The simultaneous sense of joy and relief that comes from launching your first localized website tends to paper over any cracks in the underlying translation strategy.
The bilingual employees who doubled as impromptu translators? The developers who donated their nights and weekends? Those extraordinary efforts can easily be rationalized as temporary, character building activities that brought the whole company a little closer together.
But while these victories do have value, it’s important to acknowledge that translation is rarely a one-off initiative.
Assuming your first foray into multilingual content shows promise, global aspirations will likely put additional languages on your agenda. And when you come to that fork in the content roadmap, your formerly functional translation strategy could be stretched in unexpected ways.
More Talent To Recruit For Language Translation
More languages inevitably require a deeper bench of linguistic experts. Sooner or later, even companies with the most multilingual staff will hit a point of diminishing returns when trying to take advantage of their employees’ secondary skills.
And depending on how niche the target language is, even those already engaged with freelance or agency translators may need to add another vendor to their list.
Translators, editors, and reviewers aren’t the only collaborators to consider, either. Regional marketing and sales staff are often required to truly capitalize on the localized content you’ll be creating. At the same time, your growing catalog of content may introduce new logistical challenges that can only be solved by bringing a dedicated project manager (or two) on board.

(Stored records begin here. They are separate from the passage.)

import { describe, expect, it } from "vitest";
import fc from "fast-check";
import { lossBreakdown } from "@/lib/planning/losses";

const sum = (l: ReturnType<typeof lossBreakdown>) =>
  l.goodBlanks + l.rejects + l.offcuts + l.trim + l.kerf + l.defect + l.unusable;

describe("where a block's volume goes", () => {
  it("splits a trimmed block with two slabs, one offcut and a defect", () => {
    const l = lossBreakdown({
      size: [1012, 1012, 1012],
      trim: 6,
      kerf: 2,
      cuts: [{ axis: "z", at: 500 + 6 }],
      blanks: [[1000, 1000, 500]],
      rejected: [],
      offcuts: [{ origin: [6, 6, 508], size: [1000, 1000, 498] }],
      defects: [],
    });
    expect(l.trim).toBeCloseTo((1012 ** 3 - 1000 ** 3) / 1e9, 9);
    expect(l.kerf).toBeCloseTo((2 * 1000 * 1000) / 1e9, 9);
    expect(l.unusable).toBeCloseTo(0, 9);
    expect(sum(l)).toBeCloseTo(l.block, 12);
  });

  it("counts a defect kept inside an offcut as offcut, not as a loss", () => {
    const base = {
      size: [1000, 1000, 1000] as [number, number, number],
      trim: 0,
      kerf: 0,
      cuts: [],
      blanks: [[1000, 1000, 400]] as [number, number, number][],
      rejected: [],
      offcuts: [
        { origin: [0, 0, 400] as [number, number, number], size: [1000, 1000, 600] as [number, number, number] },
      ],
    };
    expect(lossBreakdown({ ...base, defects: [{ min: [100, 100, 500], max: [200, 200, 600] }] }).defect).toBe(0);
    expect(
      lossBreakdown({ ...base, offcuts: [], defects: [{ min: [100, 100, 500], max: [200, 200, 600] }] }).defect,
    ).toBeCloseTo(0.001, 9);
  });

  it("always adds up to the block, whatever the inputs", () => {
    fc.assert(
      fc.property(
        fc.tuple(
          fc.integer({ min: 100, max: 3000 }),
          fc.integer({ min: 100, max: 3000 }),
          fc.integer({ min: 100, max: 3000 }),
        ),
        fc.integer({ min: 0, max: 20 }),
        fc.array(fc.constantFrom<"x" | "y" | "z">("x", "y", "z"), { maxLength: 12 }),
        fc.double({ min: 0, max: 0.9, noNaN: true }),
        (size, trim, axes, fill) => {
          const side = size.map((s) => Math.max(1, (s - 2 * trim) * Math.cbrt(fill))) as [number, number, number];
          const l = lossBreakdown({
            size,
            trim,
            kerf: 1.5,
            cuts: axes.map((axis, i) => ({ axis, at: 10 * i })),
            blanks: [side],
            rejected: [],
            offcuts: [],
            defects: [{ min: [0, 0, 0], max: [50, 50, 50] }],
          });
          expect(sum(l)).toBeCloseTo(l.block, 9);
          for (const v of Object.values(l)) expect(v).toBeGreaterThanOrEqual(0);
        },
      ),
      { numRuns: 200 },
    );
  });
});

The most impactful talent management decision, however, may be clearing a path for the technical experts you already have on staff.
If occasional weekend work turns into nights-and-weekends work for your developers, business innovation and employee satisfaction will surely suffer.
As a result, many localization teams are adding artificial intelligence to their payroll in the form of specialized translation software.
More Translation Assets To Align
More contributors can only add more value if you coordinate their efforts effectively. Unfortunately, a growing cast of localization collaborators can create entirely new people problems.
The small squad of officemates who helped launch your first language or two could quickly become a subdivision of a larger localization army distributed across several continents.
As a result, the shoulder taps and email reminders that used to keep a project swimming along smoothly will no longer suffice. In these instances, a more sophisticated and centralized system of record is required to reduce headaches and maintain momentum.
Giving everyone access to a common collaboration platform isn’t a solution in and of itself, though. From SharePoint to Dropbox, user satisfaction has always played a part in dictating the success of the tool.
One surefire way to inspire smooth adoption is to select a solution that’s flexible enough to support the habits and preferences of every user.
Settling for rigid translation workflows that fail to account for the endless variability between different languages, linguists, and content types will only spawn the kind of individual workarounds that are impossible to track.
More Pressure To Perform
Translating content into more languages costs more money. That’s not news to anyone. What may be news, however, is the notion that not every dollar is invested with similar expectations.
Most companies launch their translation strategies with a pilot project mentality.
Teams pick a target language with clear upside, translate a website or app in its entirety, and handle the accounting afterward. That subtotal is then used to decide if and when content plans expand into additional languages.
When that budget does materialize, though, executives tend to expect flatter learning curves and fatter marketing returns. And with expectations outpacing budget growth in most cases, translation strategies must become more tactical.
The first levers to consider pulling involve the content itself. By prioritizing your catalog according to audience value, you’ll likely find that source content doesn’t need to be translated in its entirety at the outset (if at all).
Additionally, you can often assign less expensive translation resources and less intensive review processes to some of your long-tail content.
Translation is an Investment
Lastly, it’s important to remember that localization investments always include more than the just the external cost of language services.
The internal cost of employee effort can be just as significant as your number of supported languages grow.
By finding technical solutions capable of controlling these expenses, however, the cost of adding new languages becomes increasingly affordable.